De politieagent die op 4 december 2019 meermalen schoot op twee vluchtende jongemannen, wordt niet strafrechtelijk vervolgd. Het Openbaar Ministerie oordeelde dat wijkagent Bas Wijnen niet had mogen schieten, maar dat "kijkend naar alle feiten en omstandigheden, maatregelen getroffen door de politieorganisatie als werkgever passender wordt bevonden dan een afdoening binnen het strafrecht."
De afdeling Veiligheid Integriteit en Klachten (VIK) van de politie heeft het incident onderzocht. De officier van justitie concludeerde daaruit dat Wijnen zijn pistool onrechtmatig gebruikte. Toch wil het OM geen strafrechtelijk proces. Hierbij speelt mee dat van een agent wordt verwacht dat als dat nodig is, hij of zij geweld gebruikt. "Een verkeerde inschatting kan in bepaalde omstandigheden beter op een andere manier opgelost. Daarnaast speelt het mee dat er niemand gewond is geraakt."
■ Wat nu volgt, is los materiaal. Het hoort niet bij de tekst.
import { useMemo } from 'react';
import type { Yardsticks } from '#shared/findings/finding.ts';
import { tapeStall, traceStretches } from '#shared/pictures/tape-references.ts';
import type { RunResult } from '#shared/simulation/result.ts';
import { Sparkline } from './sparkline.tsx';

export interface LoadSparklineProps {
  readonly run: RunResult;
  readonly yardsticks: readonly Yardsticks[];
  readonly ink: number;
  readonly dash?: readonly number[];
  readonly width?: number;
  readonly height?: number;
  readonly stale?: boolean;
}

/** Motor load over the duty, × rated, with the rated line and the stall; pressure at the first pump where there is no motor.
 *  Draws nothing when the run has neither. */
export function LoadSparkline({ run, yardsticks, ink, dash, width, height, stale }: LoadSparklineProps) {
  const found = useMemo(() => {
    const motor = yardsticks[0]?.motor;
    const load = run.channels.find((channel) =>
      motor ? channel.address === `${motor}.torqueRatio` : channel.address.endsWith('.torqueRatio'),
    );
    const channel = load ?? run.channels.find((entry) => entry.address.endsWith('.outlet.pressure'));
    const stall = tapeStall(run, yardsticks);
    return { channel, isLoad: load !== undefined, stretches: traceStretches(run, stall, true), stalled: stall !== null };
  }, [run, yardsticks]);
  if (!found.channel) return null;
  return (
    <Sparkline
      times={run.times}
      values={found.channel.values}
      stretches={found.stretches}
      duration={run.duration}
      ink={ink}
      dash={dash}
      width={width}
      height={height}
      reference={found.isLoad ? 1 : undefined}
      stalled={found.stalled}
      stale={stale}
    />
  );
}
Wijkagent Wijnen had op de bewuste dag zijn dienstauto geparkeerd aan de Laan van Brussel voor een huisbezoek. Toen hij terugkwam, bleek dat twee jongens bij zijn dienstauto hadden ingebroken en zijn politiejas en vest meenamen. Hij riep: ‘Stop politie!’, maar de jongens renden weg. Er ontstond er een vechtpartij, waarbij Wijnen rake klappen kreeg. Ook zou een van de twee geprobeerd hebben om zijn vuurwapen te pakken. Toen de tieners op de vlucht sloegen schoot Wijnen vijf keer, omdat hij ze als een gevaar voor de o=mgeving zag.
Er zijn strakke regels voor schieten op een vluchtende verdachte. Agenten mogen dit alleen na een ernstig geweldsmisdrijf, of als er op het misdrijf minimaal 4 jaar gevangenisstraf staat én de verdachte een gevaar voor de samenleving vormt. Inbraak en diefstal vallen hier niet onder en volgens het OM was er ook geen sprake van noodweer.
Het tweetal, inmiddels 19 en 22 jaar oud, werd op 21 december 2019 aangehouden. Zij hebben de auto-inbraak bekend en worden hiervoor vervolgd.